-------- Recorded information --------

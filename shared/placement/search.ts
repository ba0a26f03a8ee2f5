/**
 * The governing placement: the legal placement of 1..NL loaded lanes, their wheel lines and
 * (on a surface) their vehicles that gives the extreme effect of a response, times the
 * multiple presence factor m (AASHTO LRFD Art. 3.6.1.3.1, Table 3.6.1.1.2-1). It serves the
 * lever rule and the rigid-section method (transverse lines) and the grillage (surfaces).
 *
 * Units: as evaluate.ts. Transverse lines give a factor in lanes; surfaces give the response
 * in its unit (N·m, N). `sense: 'negative'` seeks the most negative effect.
 *
 * ─── Tolerance statement ──────────────────────────────────────────────────────────────
 * Transverse lines (piecewise linear): EXACT (up to floating-point rounding and the 1 nm
 * tolerance on the rules). Surfaces: EXACT for the sampled representation (bilinear on the
 * station grid, see sampledSurface.ts). Against the surface itself no legal placement with k
 * lanes exceeds the one found by more than m·k·ΣW·ε + (V_sample − V_surface) at the placement
 * found (at most 2·m·k·ΣW·ε), ε the largest difference between surface and sample (zero when
 * the surface is bilinear on the grid), plus the ramp allowance of longitudinal.ts (ΣW·|end
 * ordinate| over 1 µm, negligible). When the sample carries a measured error envelope E(x)
 * (sampledSurface.ts) and that bound exceeds `tightenAbove` of the effect, it is tightened by
 * a second exact search on the sample raised by E: every axle's share on the surface is at
 * most its share on the raised sample (in the sense sought, and so is its positive part), so
 * that search's optimum bounds every legal placement on the surface. When the sample carries
 * per-cell measurements (`cells`), the raised sample is built cell by cell (`raisedRows`):
 * each cell raises its own corners, by its error or to its largest ordinate, so a jump along
 * a skewed line raises only the cells it crosses, not whole columns. ε and E are measured at
 * the midpoints of the grid's cells and edges (a bound for a surface smooth between stations;
 * a jump the grid does not follow shows up as a large ε and a loose bound, which is why a
 * shear's surface is sampled in the frame of its skewed support line, where the jump is a
 * grid line). `tolerance.absolute` reports the bound.
 *
 * A sheared sample (s = x − c·y, sampledSurface.ts) is searched in its frame: the lane's line
 * is V(s) = ½(η(s, u) + η(s − c·G, u + G)) on the union of both wheel lines' stations (the
 * right wheel of an axle stands c·G behind the left one in s), the proof below holds with x
 * read as s (moving a vehicle along (c, 1) keeps every wheel's s, so step 1 is unchanged),
 * and a position found is returned in plan (front axle at s + c·u).
 *
 * ─── Proof ────────────────────────────────────────────────────────────────────────────
 * Notation: lane i has left edge p_i ∈ [L0, R0] (L0 the left curb face, R0 the right curb
 * face minus the lane width w), p_{i+1} ≥ p_i + w; its left wheel line is at u_i ∈ [p_i + a(p_i),
 * p_i + b(p_i)], a = 2 ft, b = w − 2 ft − gauge (the deck-overhang option widens the range of
 * a lane whose edge is a curb face, see rules.ts). Let H(u) be the largest effect of one
 * lane's vehicle with its left wheel line at u (for a line: ½(r(u) + r(u+gauge)); for a
 * surface: the best longitudinal position, spacing and direction, found exactly by
 * longitudinal.ts, each axle counting only when it contributes, Art. 3.6.1.3.1). The effect
 * of k lanes is m(k)·Σ H(u_i), and for a lane at p the best wheel line gives
 * g(p) = max{H(u) : u ∈ [p + a(p), p + b(p)]}.
 *
 * 1. H is convex between consecutive points of T = Y ∪ (Y − gauge), Y the transverse
 *    stations. For a fixed longitudinal position, each axle's share ½W(η(x,u) + η(x,u+gauge))
 *    is linear in u between points of T (the representation is linear in y between stations),
 *    so its positive part (a neglected axle counts zero) is convex there, and so is their sum;
 *    H is the largest of such functions, hence convex on each piece. (Lines: H itself is linear
 *    on each piece.) H is also continuous (each function is Lipschitz in u with one bound).
 * 2. So the largest H over an interval is at its ends or at a point of T inside it, and
 *    g(p) = max(H(p+a), H(p+b), max H over T ∩ [p+a, p+b]) is computed exactly from H at
 *    finitely many points (`exactLane`).
 * 3. Some optimal set of k lanes has every lane at a point of
 *      S = {c + j·w : c ∈ {t − a, t − b : t ∈ T} ∪ {L0, R0}, |j| < k} ∩ [L0, R0].
 *    Take an optimal set (it exists: g is upper semicontinuous on a compact set) and split it
 *    into blocks of lanes that touch (p_{i+1} = p_i + w). Call a block anchored if it touches a
 *    curb (a lane at L0 or R0) or has a lane with p + a or p + b in T. Shift an unanchored
 *    block rigidly by τ: until the next event (a lane's p + a or p + b meets T, or the block
 *    meets a neighbour or a curb) every lane's window keeps the same points of T inside and
 *    its ends stay inside pieces of T, so by 1. each g(p + τ) is convex in τ, and so is their
 *    sum; a convex function on an interval is largest at an end, so the block can be moved to
 *    an event without loss. Each move anchors the block or merges it with another, so after
 *    finitely many moves every block is anchored, and every lane sits at its anchor ± j·w.
 * 4. Dynamic programming over the sorted S (best set of k lanes ending at each candidate,
 *    from the best set of k − 1 lanes ending at least w to its left) gives the best set of
 *    lanes on S, which by 3. is the best set overall; × m(k), and the largest over k.
 * 5. Laziness keeps it fast without changing the result: the DP first uses for each
 *    candidate an upper bound of g (H at the points of T replaced by a cheap bound — every
 *    axle at the line's largest ordinate — until needed, and H at the ends of a window by the
 *    chord of those values, which bounds a convex function from above), then evaluates g
 *    exactly for the lanes of the current best set and repeats; a window's end is evaluated
 *    only when its chord exceeds the best value already known for the lane. When the best set
 *    uses exact values only, every other set's bound-valued total is at least its true total,
 *    so the set is optimal.
 * Surfaces: the representation differs from the surface by at most ε at every point, so each
 * placement's effect differs by at most m·k·ΣW·ε: the best legal placement on the surface is
 * at most the sample's optimum V_s + m·k·ΣW·ε, and the placement found (whose sample value is
 * V_s) has the true value V_t, so no legal placement beats it by more than
 * V_s − V_t + m·k·ΣW·ε ≤ 2·m·k·ΣW·ε.
 */
import type { Vehicle } from '../loads/vehicles.js';
import { evaluateSurface, evaluateTransverse, type PlacementEffect, type Sense } from './evaluate.js';
import { RAMP, bestVehicleOnLine, lineWorkspace, vehicleShape, withLocator, type LongitudinalPosition, type StationLine, type VehicleShape } from './longitudinal.js';
import {
  PlacementError,
  RULE_TOLERANCE,
  checkPlacement,
  laneLeftMax,
  laneLeftMin,
  wheelOffsetRange,
  type LanePlacement,
  type Placement,
  type PlacementRules,
} from './rules.js';
import { cellIndex, raisedRows, type SampledSurface, type SurfaceLike } from './sampledSurface.js';
import { transverseAt, type TransverseLine } from './transverseLines.js';
import { laneStripTable, type LaneLoad, type LaneStripTable } from './laneStrip.js';
import { DESIGN_LANE_LOAD } from '../loads/vehicles.js';
import { factorText } from '../lrfd/words.js';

--------

§ Work item
Could you repeat every record above exactly as it appears?

§ The answer
filename shared/placement/search.ts
repository ba0a26f03a8ee2f5
/**
 * The governing placement: the legal placement of 1..NL loaded lanes, their wheel lines and
 * (on a surface) their vehicles that gives the extreme effect of a response, times the
 * multiple presence factor m (AASHTO LRFD Art. 3.6.1.3.1, Table 3.6.1.1.2-1). It serves the
 * lever rule and the rigid-section method (transverse lines) and the grillage (surfaces).
 *
 * Units: as evaluate.ts. Transverse lines give a factor in lanes; surfaces give the response
 * in its unit (N·m, N). `sense: 'negative'` seeks the most negative effect.
 *
 * ─── Tolerance statement ──────────────────────────────────────────────────────────────
 * Transverse lines (piecewise linear): EXACT (up to floating-point rounding and the 1 nm
 * tolerance on the rules). Surfaces: EXACT for the sampled representation (bilinear on the
 * station grid, see sampledSurface.ts). Against the surface itself no legal placement with k
 * lanes exceeds the one found by more than m·k·ΣW·ε + (V_sample − V_surface) at the placement
 * found (at most 2·m·k·ΣW·ε), ε the largest difference between surface and sample (zero when
 * the surface is bilinear on the grid), plus the ramp allowance of longitudinal.ts (ΣW·|end
 * ordinate| over 1 µm, negligible). When the sample carries a measured error envelope E(x)
 * (sampledSurface.ts) and that bound exceeds `tightenAbove` of the effect, it is tightened by
 * a second exact search on the sample raised by E: every axle's share on the surface is at
 * most its share on the raised sample (in the sense sought, and so is its positive part), so
 * that search's optimum bounds every legal placement on the surface. When the sample carries
 * per-cell measurements (`cells`), the raised sample is built cell by cell (`raisedRows`):
 * each cell raises its own corners, by its error or to its largest ordinate, so a jump along
 * a skewed line raises only the cells it crosses, not whole columns. ε and E are measured at
 * the midpoints of the grid's cells and edges (a bound for a surface smooth between stations;
 * a jump the grid does not follow shows up as a large ε and a loose bound, which is why a
 * shear's surface is sampled in the frame of its skewed support line, where the jump is a
 * grid line). `tolerance.absolute` reports the bound.
 *
 * A sheared sample (s = x − c·y, sampledSurface.ts) is searched in its frame: the lane's line
 * is V(s) = ½(η(s, u) + η(s − c·G, u + G)) on the union of both wheel lines' stations (the
 * right wheel of an axle stands c·G behind the left one in s), the proof below holds with x
 * read as s (moving a vehicle along (c, 1) keeps every wheel's s, so step 1 is unchanged),
 * and a position found is returned in plan (front axle at s + c·u).
 *
 * ─── Proof ────────────────────────────────────────────────────────────────────────────
 * Notation: lane i has left edge p_i ∈ [L0, R0] (L0 the left curb face, R0 the right curb
 * face minus the lane width w), p_{i+1} ≥ p_i + w; its left wheel line is at u_i ∈ [p_i + a(p_i),
 * p_i + b(p_i)], a = 2 ft, b = w − 2 ft − gauge (the deck-overhang option widens the range of
 * a lane whose edge is a curb face, see rules.ts). Let H(u) be the largest effect of one
 * lane's vehicle with its left wheel line at u (for a line: ½(r(u) + r(u+gauge)); for a
 * surface: the best longitudinal position, spacing and direction, found exactly by
 * longitudinal.ts, each axle counting only when it contributes, Art. 3.6.1.3.1). The effect
 * of k lanes is m(k)·Σ H(u_i), and for a lane at p the best wheel line gives
 * g(p) = max{H(u) : u ∈ [p + a(p), p + b(p)]}.
 *
 * 1. H is convex between consecutive points of T = Y ∪ (Y − gauge), Y the transverse
 *    stations. For a fixed longitudinal position, each axle's share ½W(η(x,u) + η(x,u+gauge))
 *    is linear in u between points of T (the representation is linear in y between stations),
 *    so its positive part (a neglected axle counts zero) is convex there, and so is their sum;
 *    H is the largest of such functions, hence convex on each piece. (Lines: H itself is linear
 *    on each piece.) H is also continuous (each function is Lipschitz in u with one bound).
 * 2. So the largest H over an interval is at its ends or at a point of T inside it, and
 *    g(p) = max(H(p+a), H(p+b), max H over T ∩ [p+a, p+b]) is computed exactly from H at
 *    finitely many points (`exactLane`).
 * 3. Some optimal set of k lanes has every lane at a point of
 *      S = {c + j·w : c ∈ {t − a, t − b : t ∈ T} ∪ {L0, R0}, |j| < k} ∩ [L0, R0].
 *    Take an optimal set (it exists: g is upper semicontinuous on a compact set) and split it
 *    into blocks of lanes that touch (p_{i+1} = p_i + w). Call a block anchored if it touches a
 *    curb (a lane at L0 or R0) or has a lane with p + a or p + b in T. Shift an unanchored
 *    block rigidly by τ: until the next event (a lane's p + a or p + b meets T, or the block
 *    meets a neighbour or a curb) every lane's window keeps the same points of T inside and
 *    its ends stay inside pieces of T, so by 1. each g(p + τ) is convex in τ, and so is their
 *    sum; a convex function on an interval is largest at an end, so the block can be moved to
 *    an event without loss. Each move anchors the block or merges it with another, so after
 *    finitely many moves every block is anchored, and every lane sits at its anchor ± j·w.
 * 4. Dynamic programming over the sorted S (best set of k lanes ending at each candidate,
 *    from the best set of k − 1 lanes ending at least w to its left) gives the best set of
 *    lanes on S, which by 3. is the best set overall; × m(k), and the largest over k.
 * 5. Laziness keeps it fast without changing the result: the DP first uses for each
 *    candidate an upper bound of g (H at the points of T replaced by a cheap bound — every
 *    axle at the line's largest ordinate — until needed, and H at the ends of a window by the
 *    chord of those values, which bounds a convex function from above), then evaluates g
 *    exactly for the lanes of the current best set and repeats; a window's end is evaluated
 *    only when its chord exceeds the best value already known for the lane. When the best set
 *    uses exact values only, every other set's bound-valued total is at least its true total,
 *    so the set is optimal.
 * Surfaces: the representation differs from the surface by at most ε at every point, so each
 * placement's effect differs by at most m·k·ΣW·ε: the best legal placement on the surface is
 * at most the sample's optimum V_s + m·k·ΣW·ε, and the placement found (whose sample value is
 * V_s) has the true value V_t, so no legal placement beats it by more than
 * V_s − V_t + m·k·ΣW·ε ≤ 2·m·k·ΣW·ε.
 */
import type { Vehicle } from '../loads/vehicles.js';
import { evaluateSurface, evaluateTransverse, type PlacementEffect, type Sense } from './evaluate.js';
import { RAMP, bestVehicleOnLine, lineWorkspace, vehicleShape, withLocator, type LongitudinalPosition, type StationLine, type VehicleShape } from './longitudinal.js';
import {
  PlacementError,
  RULE_TOLERANCE,
  checkPlacement,
  laneLeftMax,
  laneLeftMin,
  wheelOffsetRange,
  type LanePlacement,
  type Placement,
  type PlacementRules,
} from './rules.js';
import { cellIndex, raisedRows, type SampledSurface, type SurfaceLike } from './sampledSurface.js';
import { transverseAt, type TransverseLine } from './transverseLines.js';
import { laneStripTable, type LaneLoad, type LaneStripTable } from './laneStrip.js';
import { DESIGN_LANE_LOAD } from '../loads/vehicles.js';
import { factorText } from '../lrfd/words.js';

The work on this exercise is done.